# Newb needs help with CPUZ



## Arjai (Jun 19, 2012)

Ok, I have a 64 bit Ubuntu 11.10 and a Mint Lisa computer's I use for Crunching on Team Techpowerup.

I am interested in using CPU-Z on these computers, or something else that I don't have to 'Build', 'cause I don't know how to.

Can somebody help? Preferrably with a collocuial air since I am such an idiot cincerning Linux. Thanks!


----------



## JrRacinFan (Jun 19, 2012)

Google up CPU-g and Perlmon.


----------



## Arjai (Jun 19, 2012)

JrRacinFan said:


> Google up CPU-g and Perlmon.



Perlmon I dumped. CPUg I have on here, un zipped. but don't know how to open it or run it.


----------



## JrRacinFan (Jun 19, 2012)

It's been a while for me on Linux, my command line is rusty. If I remember I'll PM you.


----------



## ThE_MaD_ShOt (Jun 21, 2012)

In  ubuntu double click it and see if it opens with Package manager or software center.

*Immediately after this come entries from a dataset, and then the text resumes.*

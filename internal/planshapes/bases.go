package planshapes

import (
	"os"
	"path/filepath"
)

// Rich is a base plan with the keys the example plans leave out: weights,
// offset, clusters, every subset comparison, every rule kind,
// constraint groups, stepwise selection, a dictionary, assumptions with
// splines and nonparallel effects, deviations.
const Rich = `version: 1
title: every key
seed: 7
data:
  file: d.csv
  missing: drop
  missing_values: ["", "NA", "-9"]
  delimiter: comma
  decimal: point
  weights: w
  weight_kind: frequency
  offset: off
  cluster: cl
outcomes:
  - column: y
    categories: ["1", "2", "3", "4"]
    label: Outcome
  - column: z
    categories: [low, mid, high]
    predictors: [treat, {column: dose, sqrt: true}]
subset:
  - {column: age, at_least: 18}
  - {column: age, less_than: 90}
  - {column: dose, greater_than: 0}
  - {column: dose, at_most: 10}
  - {column: treat, one_of: [placebo, drug]}
  - {column: grade, none_of: ["4"]}
  - {column: pilot, equal_to: 1}
  - {column: x, not_equal_to: 2}
categorical:
  treat: {levels: [placebo, drug]}
  site: {levels: [north, east, south, west], reference: east, coding: sum, unobserved: drop}
  grade: {levels: ["1", "2", "3"], ordered: true, coding: successive}
predictors:
  - treat
  - site
  - grade
  - {column: age, centre: 40, scale: sd, spline: {quantiles: [0.1, 0.5, 0.9]}, name: age_s}
  - {column: dose, log: {shift: 1}, centre: mean}
  - {column: bmi, polynomial: {degree: 2, basis: raw}}
  - {column: x, spline: {knots: [0, 1, 2, 3]}}
  - {interact: [treat, age_s]}
  - {interact: [site, grade], name: sg}
models:
  approaches: [cumulative, stage]
  direction: backward
  effects: [parallel, constrained]
  links: [logit]
  partial:
    free: [treat, site, age_s]
    groups:
      - {name: g1, predictors: [treat, site]}
      - {name: g2, predictors: [age_s]}
  run_every_start: false
tests: {parallel_lines: [brant, lr, score, wald, wolfe_gould], alpha: 0.1}
rules:
  - reject_unconverged: true
  - reject_negative_probabilities: true
  - reject_if_test_rejects: {test: lr, alpha: 0.01, against: each_less_constrained, applies_to: [parallel]}
  - reject_if_simpler_is_close: {max_difference: 0.02, grid: {age: [30, 50, 70], dose: [1]}}
  - reject_if_sparse: {per_parameter: 10, smallest_category: 5, within: site}
  - reject_if_unstable: {max_condition: 1e8, min_starts_agreeing: 2}
  - choose: {by: tic, margin: 1, otherwise: cumulative/parallel/logit}
covariance: clustered
report: {title: R, focus_predictor: age_s, panels_by: site, confidence_level: 0.9, timestamp: false}
inference:
  hypotheses: ["treat = 0", "site.south = site.west", "tau[1] = -tau[3]", "age_s[1] = age_s[2]"]
  multiplicity: benjamini_hochberg
  marginal_effects: [average, means, profile]
  profile: {age: 50, site: south, treat: drug}
  predict: new.csv
dictionary:
  age: {range: [0, 120], unit: years, label: Age, missing: ["-1"]}
  dose: {range: [0, 100]}
  bmi: {range: [10, 60]}
  x: {range: [0, 3]}
  w: {range: [0, 10]}
  off: {range: [-5, 5]}
  cl: {label: Cluster}
  pilot: {values: [0, 1]}
  treat: {label: Treatment}
  site: {label: Site}
  grade: {label: Grade}
assumptions:
  n: 200
  comparison: stage
  direction: forward
  link: probit
  predictors:
    age: {mean: 50, sd: 10}
    site: {proportions: [0.25, 0.25, 0.25, 0.25]}
    treat: {proportions: [0.5, 0.5]}
  correlations: [{between: [age, dose], r: 0.3}]
  missing:
    dose: {proportion: 0.1, given: {age: 0.5, y: -0.3}}
    bmi: {proportion: 0.05}
  outcomes:
    y:
      proportions: [0.1, 0.2, 0.3, 0.4]
      effects:
        treat: {drug: 0.5}
        age_s: {at: [20, 50, 80], values: [0, 0.1, 0.3]}
        bmi.polynomial: {bmi.polynomial.1: 0.1, bmi.polynomial.2: -0.01}
        treat&age_s: {treat.drug&age_s.1: 0.1}
      nonparallel:
        site: [{north: 0.1}, {south: 0.2}, {west: 0.3}]
    z:
      proportions: [0.3, 0.4, 0.3]
deviations:
  - {key: "rules[3]", reason: a reason}
`

// Parts, Imputed and Chained are small bases with data as parts, as
// imputed sets, and imputed by the program.
const Parts = `version: 1
data: {parts: [p1.csv, "parts/*.csv"], missing: drop}
outcomes: [{column: y}]
predictors: [a, b, {column: c, polynomial: {degree: 3}}]
models: {effects: [parallel, partial, nonparallel], partial: {select: {method: stepwise, alpha: 0.1, test: lr}}}
rules: [{prefer_simpler: {by: aic, margin: 2}}]
covariance: sandwich_plain
`

const Imputed = `version: 1
data: {file: d.csv, imputed: {file: imp.csv, column: imp}, weights: w}
outcomes: [{column: z, categories: [low, mid, high]}]
categorical: {g: {levels: [u, v]}}
predictors: [g, x]
models: {approaches: [adjacent], effects: [parallel, constrained], partial: {free: [g, x]}}
rules: [{reject_if_test_rejects: true}, {choose: true}]
inference: {hypotheses: ["g.v = 0"], marginal_effects: [profile], profile: {g: v, x: 1}}
`

const Chained = `version: 1
data:
  file: d.csv
  missing: impute
  imputation: {sets: 2, iterations: 1, seed: 5, column_models: {age: normal_draw, site: multinomial}, convergence_table: true}
outcomes: [{column: safety, categories: [very_unsafe, unsafe, neutral, safe, very_safe]}]
categorical: {site: {levels: [north, east, south, west]}}
predictors: [site, {column: age, centre: mean}, a]
models: {approaches: [cumulative], effects: [parallel, partial], partial: {free: [a]}}
rules: [{reject_if_sparse: {per_parameter: 5}}, {choose: {by: aic}}]
inference: {hypotheses: ["site = 0"], marginal_effects: [average, means]}
`

// Bases are the base plans: the project's example plans (read from root,
// the module's folder) and the ones above.
func Bases(root string) [][]byte {
	out := [][]byte{[]byte(Rich), []byte(Parts), []byte(Imputed), []byte(Chained)}
	for _, name := range []string{"example.yaml", "kneepain.yaml"} {
		if b, err := os.ReadFile(filepath.Join(root, "plans", name)); err == nil {
			out = append(out, b)
		}
	}
	return out
}
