package main

import (
	"context"
	"errors"
	"fmt"
	"io"
	"os"
	"runtime"
	"time"

	"ordplan/plan"
	"ordplan/runner"
	"ordplan/runner/queue"
)

const workerUsage = "usage: ordplan worker --queue nats://HOST:PORT --queue-secret-file FILE [--queue-ca FILE] [--queue-cert FILE --queue-key FILE] [--queue-creds FILE | --queue-nkey FILE | --queue-login FILE | --queue-token FILE] [--cache DIR] [--jobs N] [--ack-wait 30s] [--name NAME] [--quiet]"

// cmdWorker pulls fits from the queue until interrupted.
func cmdWorker(args []string, stdout, stderr io.Writer) int {
	return runWorker(args, stdout, stderr, 0, "")
}

// runWorker is cmdWorker holding each job it takes (of kind holdKind, or
// every job when it is empty) for hold before computing it (the tests kill
// a worker while it holds one).
func runWorker(args []string, stdout, stderr io.Writer, hold time.Duration, holdKind string) int {
	fs := newFlags("worker", stderr)
	qf := addQueueFlags(fs, "NATS URL of a JetStream server, e.g. nats://127.0.0.1:4222 or tls://HOST:4222 (required)", false)
	url := qf.url
	cache := fs.String("cache", "", "folder for data files fetched by hash (default: the user cache folder, ordplan/data)")
	jobs := fs.Int("jobs", runtime.GOMAXPROCS(0), "jobs computed at once")
	ackWait := fs.Duration("ack-wait", queue.DefaultAckWait, "a job not acknowledged for this long goes to another worker")
	name := fs.String("name", "", "name in replies and logs (default: host-pid)")
	quiet := fs.Bool("quiet", false, "no line per job (the line at a stop signal, saying what a second does, still prints)")
	maxStarts := fs.Int("max-starts", queue.DefaultLimits.Starts, "refuse jobs asking for more random starts")
	maxIter := fs.Int("max-iterations", queue.DefaultLimits.Iterations, "refuse jobs asking for more Newton iterations")
	maxPred := fs.Int("max-predictors", queue.DefaultLimits.Predictors, "refuse jobs with more predictors")
	maxData := fs.Int64("max-data-mb", queue.DefaultLimits.DataBytes>>20, "refuse jobs whose data file is larger (MB)")
	if stop, code := parseFlags(fs, args); stop {
		return code
	}
	if fs.NArg() > 0 {
		fmt.Fprintf(stderr, "ordplan worker: unexpected argument %q\n%s\n", fs.Arg(0), workerUsage)
		return exitUsage
	}
	if *url == "" {
		fmt.Fprintf(stderr, "ordplan worker: --queue is required\n%s\n", workerUsage)
		return exitUsage
	}
	if *jobs < 1 {
		fmt.Fprintf(stderr, "ordplan worker: --jobs must be at least 1, not %d\n", *jobs)
		return exitUsage
	}
	if *ackWait < 100*time.Millisecond {
		fmt.Fprintf(stderr, "ordplan worker: --ack-wait must be at least 100ms, not %s\n", *ackWait)
		return exitUsage
	}
	if *maxStarts < 1 || *maxIter < 1 || *maxPred < 1 || *maxData < 1 {
		fmt.Fprintln(stderr, "ordplan worker: --max-starts, --max-iterations, --max-predictors and --max-data-mb must be at least 1")
		return exitUsage
	}
	if *name == "" {
		host, _ := os.Hostname()
		*name = fmt.Sprintf("%s-%d", host, os.Getpid())
	}
	// From here every line the worker writes begins with its label
	// (queue.WorkerLines), as its log's lines do: a user reading the
	// terminals of a coordinator and its workers tells them apart.
	out := queue.WorkerLines(stderr, *name)
	failed := func(err error) int { return failLines(out, "", err) }
	if *cache == "" {
		dir, err := queue.DefaultCacheDir()
		if err != nil {
			return failed(fmt.Errorf("no cache folder (give --cache DIR): %v", err))
		}
		*cache = dir
	}
	cfg, err := qf.config(queue.WorkerLabel(*name))
	if errors.Is(err, errNoSecret) {
		return usageOrFail("worker", err, stderr)
	}
	if err != nil {
		return failed(err)
	}
	if err := queue.CacheUsable(*cache); err != nil {
		return failed(err)
	}
	var log io.Writer
	if !*quiet {
		log = stderr // the worker begins its lines with its label itself
	}
	sig := watchWorkerSignals(out) // --quiet or not
	defer sig.end()
	c, err := dialQueue(sig.stop, cfg, 0, out)
	if err != nil {
		return failed(err)
	}
	w := &queue.Worker{Client: c, Name: *name, CacheDir: *cache, Jobs: *jobs, AckWait: *ackWait, Delay: hold, DelayKind: holdKind,
		Limits: queue.Limits{Starts: *maxStarts, Iterations: *maxIter, Predictors: *maxPred, DataBytes: *maxData << 20},
		Abort:  sig.abort, Log: log}
	err = w.Run(sig.stop)
	c.Close() // sends the jobs given back before the process ends
	var aborted *queue.AbortedError
	if errors.As(err, &aborted) {
		// A second stop signal: the jobs are not done, which the exit
		// status says as an interrupted command's does (O8).
		fmt.Fprintf(out, "%v\n", err)
		return signalExit(sig.secondSignal())
	}
	if err != nil {
		return failed(err)
	}
	return exitOK
}

// runPlan runs the plan here, or, with a queue URL, sends its fits to the
// workers of that queue; the results are the same. log hears of the
// queue's work (nil: --quiet), stderr of the connection lost and made
// again, which --quiet does not silence.
func runPlan(p *plan.Plan, opt runner.Options, cfg *queue.Config, deadline time.Duration, log, stderr io.Writer) (*runner.Result, error) {
	if cfg == nil {
		return runner.Run(p, opt)
	}
	ctx, c, done, err := connectQueue(*cfg, deadline, stderr, true) // run's output folder is watched
	if err != nil {
		return nil, err
	}
	defer done()
	return runOnQueue(ctx, c, p, opt, log)
}

// runOnQueue runs a plan with its grids' fits made by workers: a
// coordinator of its own (its jobs carry the plan's hash and the data's),
// the data file or parts registered, and a failure of the queue itself
// reported rather than the run's result. ordplan run --queue and every
// replicate of ordplan power --queue go through it.
func runOnQueue(ctx context.Context, c *queue.Client, p *plan.Plan, opt runner.Options, log io.Writer) (*runner.Result, error) {
	co := queue.NewCoordinator(ctx, c, p.Hash, log)
	if p.Data.Parts != nil {
		if _, k, err := co.AddParts(p.Data.PartPaths); err != nil {
			return nil, p.Data.PartWhere(p.Path, k, err)
		}
	} else if _, err := co.AddData(p.Data.Path); err != nil {
		return nil, fmt.Errorf("%s: data.file: %v", p.Path, err)
	}
	opt.Executor = co
	res, err := runner.Run(p, opt)
	if err == nil {
		err = co.Err()
	}
	return res, err
}
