package main

import (
	"fmt"
	"path/filepath"
	"strconv"
	"strings"
	"testing"
)

// The table of missing-value patterns says what its x marks in words that
// a predictor named x cannot be taken for: "missing together (x)" read as
// the column x.
func TestMissingPatternsMarkWords(t *testing.T) {
	dir := t.TempDir()
	var b strings.Builder
	b.WriteString("y,arm,x\n")
	for i := range 60 {
		arm := strconv.Itoa(i % 2)
		if i == 5 {
			arm = ""
		}
		fmt.Fprintf(&b, "%d,%s,%d\n", 1+(i*7+i%11)%3, arm, i%11)
	}
	planPath := writeStudy(t, dir, b.String(), "version: 1\ndata: {file: d.csv}\noutcomes: [{column: y}]\npredictors: [arm, x]\n"+
		"models: {approaches: [cumulative], effects: [parallel]}\nrules:\n  - reject_unconverged: true\n  - choose: {by: aic}\n")
	report := runReport(t, planPath, filepath.Join(dir, "out"))
	if !strings.Contains(report, "an x in a column's cell marks that column missing in those rows") || strings.Contains(report, "missing together (x)") {
		t.Errorf("report.md does not say what the patterns' x marks")
	}
	if !strings.Contains(report, "| 1 | 1.7% |  | x |  |") {
		t.Errorf("report.md lacks the pattern of the row missing arm")
	}
}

You could also drop to a terminal and type "sudo apt-get cpug" and see if it retrieves it. 


What exactly are you looking for?


----------



## Easy Rhino (Jun 23, 2012)

this should do it.

http://www.overclock.net/t/212320/perlmon-cpu-z-like-program-for-linux

just download the program, go to the directory where you downloaded it and follow the directions. 

er...perlmon hasnt been updated since 2008 so i don't recommend it.


----------